Russia - As James Goldgeier and Michael McFaul point out in a new piece in Policy Review, Russia has made no meaningful contribution to any of the Bush Administration's three chief policy objectives:  fighting terror, controlling the spread of nukes, and promoting liberty.  In many respects, the US-Russian relationship seems to be slipping backward into Cold War era antagonisms.  Despite Condi Rice's expertise in the region, Russia has not been a focus for this Administration, and it shows.

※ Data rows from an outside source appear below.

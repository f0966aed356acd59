//! The job through the library's pipeline, as a Rust caller (or a binding)
//! runs it: a study loaded once, typed stages, an observer for progress; and
//! the same study through `latens infer`, which must give the same numbers,
//! because the command line is a view of the library's results. Real data:
//! Uranus 1930-2020 from JPL DE421 (tests/data/realarcs/, made by gen.py),
//! Neptune left out of the model.

mod common;
use common::*;

use std::path::Path;
use std::process::Command;
use std::sync::Mutex;

use latens::dynamics::TrackedBody;
use latens::ephemeris::Vsop87;
use latens::perturber::SearchSettings;
use latens::pipeline::{
    Best, DetectionSettings, EphemerisSource, OrbitSample, PipelineError, PosteriorSettings, SAMPLE_COLUMNS, Study,
    TrackedArc, Verdict, detect, parse_known, posterior, predict, sky_products,
};
use latens::posterior::impostors::{ImpostorPriors, nongrav_prior_for};
use latens::progress::{Observer, Stage};
use latens::time::{parse_epoch, tdb_days_from_j2000};

/// Records what a stage tells its observer.
#[derive(Default)]
struct Record {
    begun: Mutex<Vec<(Stage, u64)>>,
    furthest: Mutex<Vec<u64>>,
    notes: Mutex<Vec<String>>,
}

impl Observer for Record {
    fn begin(&self, stage: Stage, total: u64) {
        self.begun.lock().unwrap().push((stage, total));
        self.furthest.lock().unwrap().push(0);
    }
    fn advance(&self, done: u64) {
        let mut f = self.furthest.lock().unwrap();
        if let Some(last) = f.last_mut() {
            *last = (*last).max(done);
        }
    }
    fn note(&self, text: &str) {
        self.notes.lock().unwrap().push(text.to_string());
    }
}

// Small settings, the same for the library and the command line.
const DIRECTIONS: usize = 96;
const DISTANCES: usize = 6;
const NULLS: usize = 371;
const STEPS: usize = 400;
const WALKERS: usize = 24;
const TEMPERATURES: usize = 4;
const SEED: u64 = 3;

fn uranus_study() -> Study {
    let known = parse_known("jupiter,saturn").unwrap();
    let tracked = TrackedBody::parse("uranus", None).unwrap();
    let arc = TrackedArc::load(&data_path("realarcs/uranus_1930_2020.csv"), None, &known, tracked).unwrap();
    let search = tdb_days_from_j2000(parse_epoch("2020-01-01T00:00:00Z").unwrap());
    Study::new(vec![arc], &EphemerisSource::Builtin, Some(search)).unwrap()
}

fn detection_settings() -> DetectionSettings {
    DetectionSettings {
        search: SearchSettings {
            mass_earth: (0.01, 5000.0),
            distance_au: (5.0, 500.0),
            n_null: NULLS,
            seed: SEED,
            n_directions: DIRECTIONS,
            n_distances: DISTANCES,
            ..SearchSettings::default()
        },
        reject_sigma: Some(10.0),
        start_orbit: None,
    }
}

fn posterior_settings(study: &Study) -> PosteriorSettings {
    PosteriorSettings {
        walkers: WALKERS,
        temperatures: TEMPERATURES,
        steps: STEPS,
        runs: 2,
        seed: SEED,
        max_eccentricity: 0.6,
        alternatives: ImpostorPriors {
            gm_inflation: 1000.0,
            nongrav_au_per_day2: nongrav_prior_for(study.bodies[0].tracked.kind),
            nongrav_from_kind: false,
            offset_arcsec: 0.2,
        },
        sample: true,
        checkpoint: None,
        resume: false,
    }
}

fn cli_infer(out: &Path) -> serde_json::Value {
    let o = Command::new(env!("CARGO_BIN_EXE_latens"))
        .args(["infer", "--obs"])
        .arg(data_path("realarcs/uranus_1930_2020.csv"))
        .args(["--known", "jupiter,saturn", "--tracked-mass", "uranus", "--search-epoch", "2020-01-01T00:00:00Z"])
        .args(["--directions", &DIRECTIONS.to_string(), "--distances", &DISTANCES.to_string()])
        .args(["--nulls", &NULLS.to_string(), "--seed", &SEED.to_string()])
        .args(["--posterior-steps", &STEPS.to_string(), "--walkers", &WALKERS.to_string()])
        .args(["--temperatures", &TEMPERATURES.to_string(), "--out"])
        .arg(out)
        .output()
        .unwrap();
    assert!(o.status.success(), "{}", String::from_utf8_lossy(&o.stderr));
    serde_json::from_str(&std::fs::read_to_string(out.join("summary.json")).unwrap()).unwrap()
}

#[test]
fn the_library_pipeline_and_the_command_line_give_the_same_answer() {
    let study = uranus_study();
    let record = Record::default();
    let detection = detect(&study, &detection_settings(), &record).unwrap();
    // The observer heard the grid search from its first to its last hypothesis.
    let begun = record.begun.lock().unwrap().clone();
    assert_eq!(begun[0], (Stage::Search, detection.search.n_hypotheses as u64));
    assert_eq!(record.furthest.lock().unwrap()[0], detection.search.n_hypotheses as u64);
    // Then the noise-only simulations, counted to the last.
    assert_eq!(begun[1], (Stage::Nulls, detection_settings().search.n_null as u64));
    assert_eq!(record.furthest.lock().unwrap()[1], detection_settings().search.n_null as u64);
    assert!(record.notes.lock().unwrap().iter().any(|n| n.starts_with("Fitting the reference orbit")));
    assert_eq!(detection.verdict, Verdict::Detected, "{}", detection.verdict_text());
    // Neptune: 17.15 Earth masses (DE440 GM, Latens's table).
    let refined = detection.refined.as_ref().expect("refined on the full model");
    let neptune = latens::ephemeris::Body::Neptune.gm_au3_per_day2();
    assert!((refined.perturber.gm_au3_per_day2 / neptune - 1.0).abs() < 0.2);
    // The residual table: one row per observation used, in order.
    let residuals = detection.null.residual_table(&detection.observations);
    assert_eq!(residuals.n_rows(), detection.observations.len());
    assert_eq!(residuals.column("ra_arcsec").unwrap()[0], detection.null.residuals[0].ra_arcsec);

    let outcome = posterior(&study, &detection, &posterior_settings(&study), &record).unwrap();
    assert_eq!(outcome.explanation.best, Best::Perturber, "{}", outcome.explanation.text);
    let run = outcome.run.as_ref().expect("sampled");
    let sky = sky_products(&study, &detection, run).unwrap();
    let begun = record.begun.lock().unwrap().clone();
    assert!(begun.contains(&(Stage::Sampling, STEPS as u64)), "{begun:?}");

    // The same study through the command line.
    let dir = std::env::temp_dir().join(format!("latens-pipeline-{}", std::process::id()));
    let _ = std::fs::remove_dir_all(&dir);
    let v = cli_infer(&dir);
    assert_eq!(v["null_model"]["chi2"].as_f64().unwrap(), detection.null.chi2);
    assert_eq!(v["detection"]["delta_chi2"].as_f64().unwrap(), detection.best_delta_chi2());
    assert_eq!(v["detection"]["false_alarm_probability"].as_f64().unwrap(), detection.false_alarm_probability());
    assert!(v["detection"]["verdict"].as_str().unwrap().starts_with(&detection.verdict_text()));
    assert_eq!(v["refined_best_fit"]["chi2"].as_f64().unwrap(), refined.chi2);
    assert_eq!(v["posterior"]["mass_earth"]["median"].as_f64().unwrap(), run.summary.mass_earth.median);
    assert_eq!(v["sky"]["area90_deg2"].as_f64().unwrap(), sky.sky.area90_deg2);
    // posterior.csv is the run's sample table, value for value (written
    // with 11 significant digits).
    let rows = read_rows_at(&dir.join("posterior.csv"));
    let table = run.table();
    assert_eq!(table.columns, SAMPLE_COLUMNS.to_vec());
    assert_eq!(rows.len(), table.n_rows());
    for (row, values) in rows.iter().zip(table.values.rows()) {
        for (name, want) in SAMPLE_COLUMNS.iter().zip(values) {
            let got: f64 = row[*name].parse().unwrap();
            // Written as the shortest text that reads back to the same float.
            assert_eq!(got.to_bits(), want.to_bits(), "{name}: {got} against {want}");
        }
    }
    // Prediction: the library's stage on the run's samples against `latens
    // predict` on the files (which rebuilds the orbits from posterior.csv's
    // elements about the central GM summary.json records, and writes places
    // to 5 decimals).
    let o = Command::new(env!("CARGO_BIN_EXE_latens"))
        .args(["predict", "--from"])
        .arg(&dir)
        .args(["--start", "2020-01-01T00:00:00Z", "--end", "2020-03-01T00:00:00Z", "--step-days", "30"])
        .output()
        .unwrap();
    assert!(o.status.success(), "{}", String::from_utf8_lossy(&o.stderr));
    let (kernel, _) = detection.posterior_kernel();
    let samples: Vec<OrbitSample> = run
        .samples
        .iter()
        .filter_map(|d| OrbitSample::from_derived(d, kernel.central_gm(), kernel.epoch_tdb_days))
        .collect();
    assert_eq!(samples.len(), run.samples.len());
    let places = predict(&samples, &Vsop87::new(), study.search_epoch_tdb_days, 30.0, 3).unwrap();
    let rows = read_rows_at(&dir.join("predict.csv"));
    assert_eq!(rows.len(), places.len());
    for (row, p) in rows.iter().zip(&places) {
        assert_eq!(row["mode"].parse::<usize>().unwrap(), p.mode);
        for (name, want, tol) in [
            ("ra_deg", p.ra_deg, 2e-5),
            ("dec_deg", p.dec_deg, 2e-5),
            ("ellipse_major_deg", p.ellipse_major_deg, 1e-3),
            ("solar_elongation_deg", p.solar_elongation_deg, 1e-2),
        ] {
            let got: f64 = row[name].parse().unwrap();
            assert!((got - want).abs() <= tol, "predict.csv {name}: {got} against the library's {want}");
        }
    }
    std::fs::remove_dir_all(&dir).unwrap();
}

fn read_rows_at(path: &Path) -> Vec<std::collections::HashMap<String, String>> {
    let text = std::fs::read_to_string(path).unwrap();
    let mut lines = text.lines();
    let header: Vec<String> = lines.next().unwrap().split(',').map(str::to_string).collect();
    lines.map(|l| header.iter().cloned().zip(l.split(',').map(str::to_string)).collect()).collect()
}

#[test]
fn stages_for_one_body_refuse_a_study_of_two_and_say_why() {
    let known = parse_known("jupiter,saturn").unwrap();
    let load = |name: &str, mass: &str| {
        TrackedArc::load(
            &data_path(&format!("realarcs/{name}.csv")),
            None,
            &known,
            TrackedBody::parse(mass, None).unwrap(),
        )
        .unwrap()
    };
    let study = Study::new(
        vec![load("uranus_1930_2020", "uranus"), load("neptune_1900_2024", "neptune")],
        &EphemerisSource::Builtin,
        None,
    )
    .unwrap();
    // One ephemeris covers both arcs (1900-2024).
    assert_eq!(study.bodies.len(), 2);
    match detect(&study, &detection_settings(), &latens::progress::Quiet) {
        Err(PipelineError::Input(text)) => assert!(text.contains("2 tracked bodies"), "{text}"),
        Err(e) => panic!("wrong error: {e}"),
        Ok(_) => panic!("a two-body study was taken by a one-body stage"),
    }
}

#[test]
fn a_tracked_planet_cannot_also_be_a_known_one() {
    let known = parse_known("jupiter,saturn,uranus").unwrap();
    let tracked = TrackedBody::parse("uranus", None).unwrap();
    match TrackedArc::load(&data_path("realarcs/uranus_1930_2020.csv"), None, &known, tracked) {
        Err(PipelineError::Input(text)) => assert!(text.contains("cannot pull on itself"), "{text}"),
        _ => panic!("accepted"),
    }
}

Shoring Up American Influence in Our Own Backyard - US ties to Mexico are strained, and perceptions of the US in Canada are worse than at any point in the last 25 years, with the latest tension over what the Canadians are dubbing flagrant US violations of NAFTA.   The upcoming Summit of the Americas is expected to be an anti-Bush fest and a planned POTUS visit to Brazil afterward is already attracting protests.  Meanwhile outspoken anti-American Venezuelan President Hugo Chavez is consolidating his influence.

Global Warming - Remember when the Administration's repudiation of the Kyoto Protocol on emissions and its failure to propose alternatives ranked among Bush's chief foreign policy failings?  Well, that day may come again.  Since then the Administration has continued to deny the link between greenhouse gasses and global warming, impeding efforts to control pollution and prevent climate change.  The result has left countries like India and China free to continue polluting without the pressure of emerging global standards.

The Balkans - The US military intervention in Kosovo in 1999 seems to get mentioned these days only as a reminder that Democrats are unafraid to use force.   There's little talk about the fact that Kosovo's political future remains unresolved (though Charlie Kupchan has a great recent Foreign Affairs article on the subject), and that peace in the territory is contingent on continued international presence.  More than 10 years after the Dayton Accord Bosnia is likewise heavily dependent on an international administration to avoid political disintegration.  Eventually the US will have to reengage to help these territories shift toward permanent status.

Bird Flu - The Administration has finally gotten off the dime in response to the threat of bird flu, now that new cases of the disease seem to be surfacing daily.   Bush will give a major speech on the topic this week at the NIH.  But make no mistake, in terms of real preparations for an outbreak, we are near nowhere.

Pakistani Attitudes Toward the US - I wrote about this last week, but the reports now are that the second wave of post-earthquake deaths from disease and exposure are already beginning.  UN agencies will have to scale back their aid this week unless more donor money flows fast.  If tens of thousands of Pakistanis die this winter because not enough help reached them, Pakistan's number one international "partner" - the US - is the most likely target for blame.  If that happens, the failure to deal more adequately with Pakistan's October 8 earthquake could go down as one of the greatest lapses of Bush's fight against terror.